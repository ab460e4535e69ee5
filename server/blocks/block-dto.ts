/** Turns block and measurement rows into the API's answers, loading related rows in batches. */
import type { Transaction } from 'sequelize';
import type { BlockDto, MeasurementDto, PhotoRefDto } from '@shared/swap-types';
import type { VerdictsVisibleTo } from '@shared/schemas/guilds';
import type { Block, Measurement, Swap } from '../db/models';
import { preparedQuery } from '../db/prepared';
import type { AppDeps } from '../deps';
import { photoRef } from './photo-refs';
import { LATEST_ESTIMATES, NEWEST_ESTIMATE_FIRST, latestEstimateDtos, type LatestEstimateRow } from './latest-estimate';
import { blockWithoutVerdict, viewerSeesAllVerdicts } from './verdict-visibility';

/** True to size, trimmed to size, or accepted by an officer's decision. */
export function isAccepted(block: Pick<Block, 'verdict' | 'trimmed' | 'state' | 'acceptedAt'>): boolean {
  if (block.state !== 'measured' && block.state !== 'returned') return false;
  return block.verdict === 'true' || (block.verdict === 'trim' && block.trimmed) || block.acceptedAt != null;
}

/** What a measurement answer is made of: a Measurement row, or the same fields read as JSON. */
export type MeasurementFields = Pick<
  Measurement,
  | 'id'
  | 'blockId'
  | 'source'
  | 'width'
  | 'height'
  | 'diagonal1'
  | 'diagonal2'
  | 'verdict'
  | 'deviationWidth'
  | 'deviationHeight'
  | 'deviationDiagonal'
  | 'note'
  | 'createdAt'
> & { measuredBy?: { id: number; displayName: string } | null; withdrawnAt?: Date | null };

export function measurementDto(m: MeasurementFields): MeasurementDto {
  const diagonals: [number, number] | null = m.diagonal1 != null && m.diagonal2 != null ? [m.diagonal1, m.diagonal2] : null;
  return {
    id: m.id,
    blockId: m.blockId,
    source: m.source,
    measuredBy: m.measuredBy ? { id: m.measuredBy.id, displayName: m.measuredBy.displayName } : null,
    width: m.width,
    height: m.height,
    diagonals,
    verdict: m.verdict,
    deviations: {
      width: m.deviationWidth,
      height: m.deviationHeight,
      ...(m.deviationDiagonal != null ? { diagonal: m.deviationDiagonal } : {}),
    },
    note: m.note ?? null,
    at: m.createdAt.toISOString(),
    withdrawnAt: m.withdrawnAt ? m.withdrawnAt.toISOString() : null,
  };
}

/** A latest measurement as json_build_object writes it: NUMERIC as JSON numbers, times as ISO strings. */
export type MeasurementJson = Omit<MeasurementFields, 'createdAt' | 'measuredBy'> & {
  measuredById: number | null;
  measuredByName: string | null;
  createdAt: string;
};

export interface RelatedJson {
  users: { id: number; displayName: string }[];
  measurements: MeasurementJson[];
  photos: { id: number; blockId: number }[];
  estimates: LatestEstimateRow[];
}

/**
 * Everything a block answer shows besides the block row, for many blocks, in one round trip: the
 * makers' and recipients' names, the latest ruler and maker measurement (with who took it), the
 * photos and the latest photo estimate. Each part is one aggregate, so the count of rows read does
 * not grow with the number of blocks asked for; each latest measurement is the first entry of the
 * (block, source, time, id) index, so neither does it grow with a block's history of measurements.
 * `ids` and `userIds` are SQL int arrays: the binds by default, or columns of a row read beside.
 */
export function relatedSql(ids = '$ids::int[]', userIds = '$userIds::int[]') {
  return `SELECT
    (SELECT coalesce(json_agg(json_build_object('id', u.id, 'displayName', u.display_name)), '[]')
       FROM users u WHERE u.id = ANY(${userIds})) AS users,
    (SELECT coalesce(json_agg(latest), '[]') FROM (
       SELECT m.id, m.block_id AS "blockId", m.source, mu.id AS "measuredById", mu.display_name AS "measuredByName",
              m.width, m.height, m.diagonal1, m.diagonal2, m.verdict, m.deviation_width AS "deviationWidth",
              m.deviation_height AS "deviationHeight", m.deviation_diagonal AS "deviationDiagonal", m.note, m.created_at AS "createdAt"
         FROM unnest(${ids}) AS asked(block_id)
        CROSS JOIN (VALUES ('ruler'), ('maker')) AS kind(source)
        CROSS JOIN LATERAL (
              SELECT * FROM measurements m
               WHERE m.block_id = asked.block_id AND m.source = kind.source AND m.withdrawn_at IS NULL
               ORDER BY m.created_at DESC, m.id DESC LIMIT 1) m
         LEFT JOIN users mu ON mu.id = m.measured_by_id) latest) AS measurements,
    (SELECT coalesce(json_agg(json_build_object('id', p.id, 'blockId', p.block_id) ORDER BY p.created_at, p.id), '[]')
       FROM photos p WHERE p.block_id = ANY(${ids})) AS photos,
    (SELECT coalesce(json_agg(estimate), '[]') FROM (${LATEST_ESTIMATES} WHERE e.block_id = ANY(${ids}) ${NEWEST_ESTIMATE_FIRST}) estimate) AS estimates`;
}

/**
 * The related rows with `added` among the latest measurements, where `relatedSql` would have put it
 * had it been read after `added` was written: the latest of its block and source by time, then id.
 */
export function withMeasurement(related: RelatedJson, added: MeasurementJson): RelatedJson {
  const addedAt = Date.parse(added.createdAt);
  const same = related.measurements.find((m) => m.blockId === added.blockId && m.source === added.source);
  if (same) {
    const sameAt = Date.parse(same.createdAt);
    if (sameAt > addedAt || (sameAt === addedAt && same.id > added.id)) return related;
  }
  return { ...related, measurements: [...related.measurements.filter((m) => m !== same), added] };
}

/** The binds of `relatedSql` for these blocks: their ids, and the people their answers name. */
export function relatedBind(blocks: Pick<Block, 'id' | 'makerId' | 'recipientId' | 'acceptedById'>[]): {
  ids: number[];
  userIds: number[];
} {
  return {
    ids: blocks.map((b) => b.id),
    userIds: [
      ...new Set(blocks.flatMap((b) => [b.makerId, b.recipientId, b.acceptedById].filter((x): x is number => x != null))),
    ],
  };
}

/** Reads the blocks' related rows: inside a transaction on its connection, outside one on the plain pool; named either way. */
async function relatedRows(deps: BlockReadDeps, blocks: Block[], transaction?: Transaction): Promise<RelatedJson> {
  const bind = relatedBind(blocks);
  const [row] = await preparedQuery<RelatedJson>(deps.pool, relatedSql(), bind, transaction);
  return row!;
}

/** What reading block answers needs: the transaction's connection, or the plain pool outside one. */
export type BlockReadDeps = Pick<AppDeps, 'sequelize' | 'pool'>;

const iso = (d: Date | null | undefined) => d?.toISOString() ?? null;

/**
 * Who reads a block answer: the hand-in note is for the block's maker and the guild's officers only;
 * so is the verdict, unless the guild shows verdicts to every member.
 */
export interface BlockViewer {
  userId: number;
  canManage: boolean;
  /** the guild's verdict setting where the policy's read gave it; read here when it did not */
  verdictsVisibleTo?: VerdictsVisibleTo;
}

/**
 * Full block answers for a list of blocks, with a fixed number of queries whatever the count. With a
 * `viewer`, another maker's hand-in note (tracking numbers, addresses) is left out unless they manage the swap.
 */
export async function blockDtos(
  deps: BlockReadDeps,
  blocks: Block[],
  swap: Swap,
  { transaction, viewer }: { transaction?: Transaction; viewer?: BlockViewer } = {},
): Promise<BlockDto[]> {
  if (blocks.length === 0) return [];
  return blockDtosFrom(blocks, swap, await relatedRows(deps, blocks, transaction), viewer);
}

/** Block answers from their related rows, read already (`relatedSql`); see `blockDtos`. */
export async function blockDtosFrom(
  blocks: Block[],
  swap: Swap,
  related: RelatedJson,
  viewer?: BlockViewer,
): Promise<BlockDto[]> {
  const names = new Map(related.users.map((u) => [u.id, u.displayName]));
  const measurements = new Map<number, MeasurementDto[]>();
  for (const { measuredById, measuredByName, createdAt, ...m } of related.measurements) {
    const measuredBy = measuredById != null && measuredByName != null ? { id: measuredById, displayName: measuredByName } : null;
    const dto = measurementDto({ ...m, measuredBy, createdAt: new Date(createdAt) });
    measurements.set(m.blockId, [...(measurements.get(m.blockId) ?? []), dto]);
  }
  const photos = new Map<number, PhotoRefDto[]>();
  for (const p of related.photos) photos.set(p.blockId, [...(photos.get(p.blockId) ?? []), photoRef(p.id)]);
  const estimates = latestEstimateDtos(related.estimates);
  // Another maker's verdict only for officers, or for everyone when the guild shows verdicts to all.
  const othersHidden =
    !!viewer &&
    blocks.some((b) => b.makerId !== viewer.userId) &&
    !(await viewerSeesAllVerdicts(viewer, swap.guildId, viewer.verdictsVisibleTo));
  const dtos = blocks.map((b): BlockDto => {
    const latest = measurements.get(b.id) ?? [];
    const ruler = latest.find((m) => m.source === 'ruler') ?? null;
    const maker = latest.find((m) => m.source === 'maker') ?? null;
    let recipient: BlockDto['recipient'] = null;
    if (b.state === 'returned') {
      recipient = b.recipientId
        ? { id: b.recipientId, displayName: names.get(b.recipientId) ?? 'A former member' }
        : { id: null, displayName: swap.giftRecipientName ?? 'The gift recipient' };
    }
    return {
      id: b.id,
      swapId: b.swapId,
      maker: { id: b.makerId, displayName: names.get(b.makerId) ?? 'A former member' },
      sequence: b.sequence,
      state: b.state,
      verdict: b.verdict ?? null,
      trimmed: b.trimmed,
      accepted: isAccepted(b),
      decision:
        b.acceptedAt && b.acceptedReason
          ? {
              reason: b.acceptedReason,
              by: b.acceptedById ? { id: b.acceptedById, displayName: names.get(b.acceptedById) ?? 'A former member' } : null,
              at: b.acceptedAt.toISOString(),
            }
          : null,
      handIn: b.handInHow
        ? { how: b.handInHow, note: !viewer || viewer.canManage || viewer.userId === b.makerId ? (b.handInNote ?? null) : null }
        : null,
      recipient,
      times: {
        sewn: iso(b.sewnAt),
        handedIn: iso(b.handedInAt),
        received: iso(b.receivedAt),
        measured: iso(b.measuredAt),
        returned: iso(b.returnedAt),
        trimmed: iso(b.trimmedAt),
      },
      latest: { ruler, maker },
      photos: photos.get(b.id) ?? [],
      photoEstimate: estimates.get(b.id) ?? null,
    };
  });
  return othersHidden ? dtos.map((d, i) => (blocks[i]!.makerId === viewer!.userId ? d : blockWithoutVerdict(d))) : dtos;
}

export async function blockDto(
  deps: BlockReadDeps,
  block: Block,
  swap: Swap,
  options: { transaction?: Transaction; viewer?: BlockViewer } = {},
): Promise<BlockDto> {
  const [dto] = await blockDtos(deps, [block], swap, options);
  return dto!;
}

◇ ◇ ◇ ◇

• Work instructions
Go over the listing above and say how many lines contain the word "createdAt". Please give the number only.

• Solution
9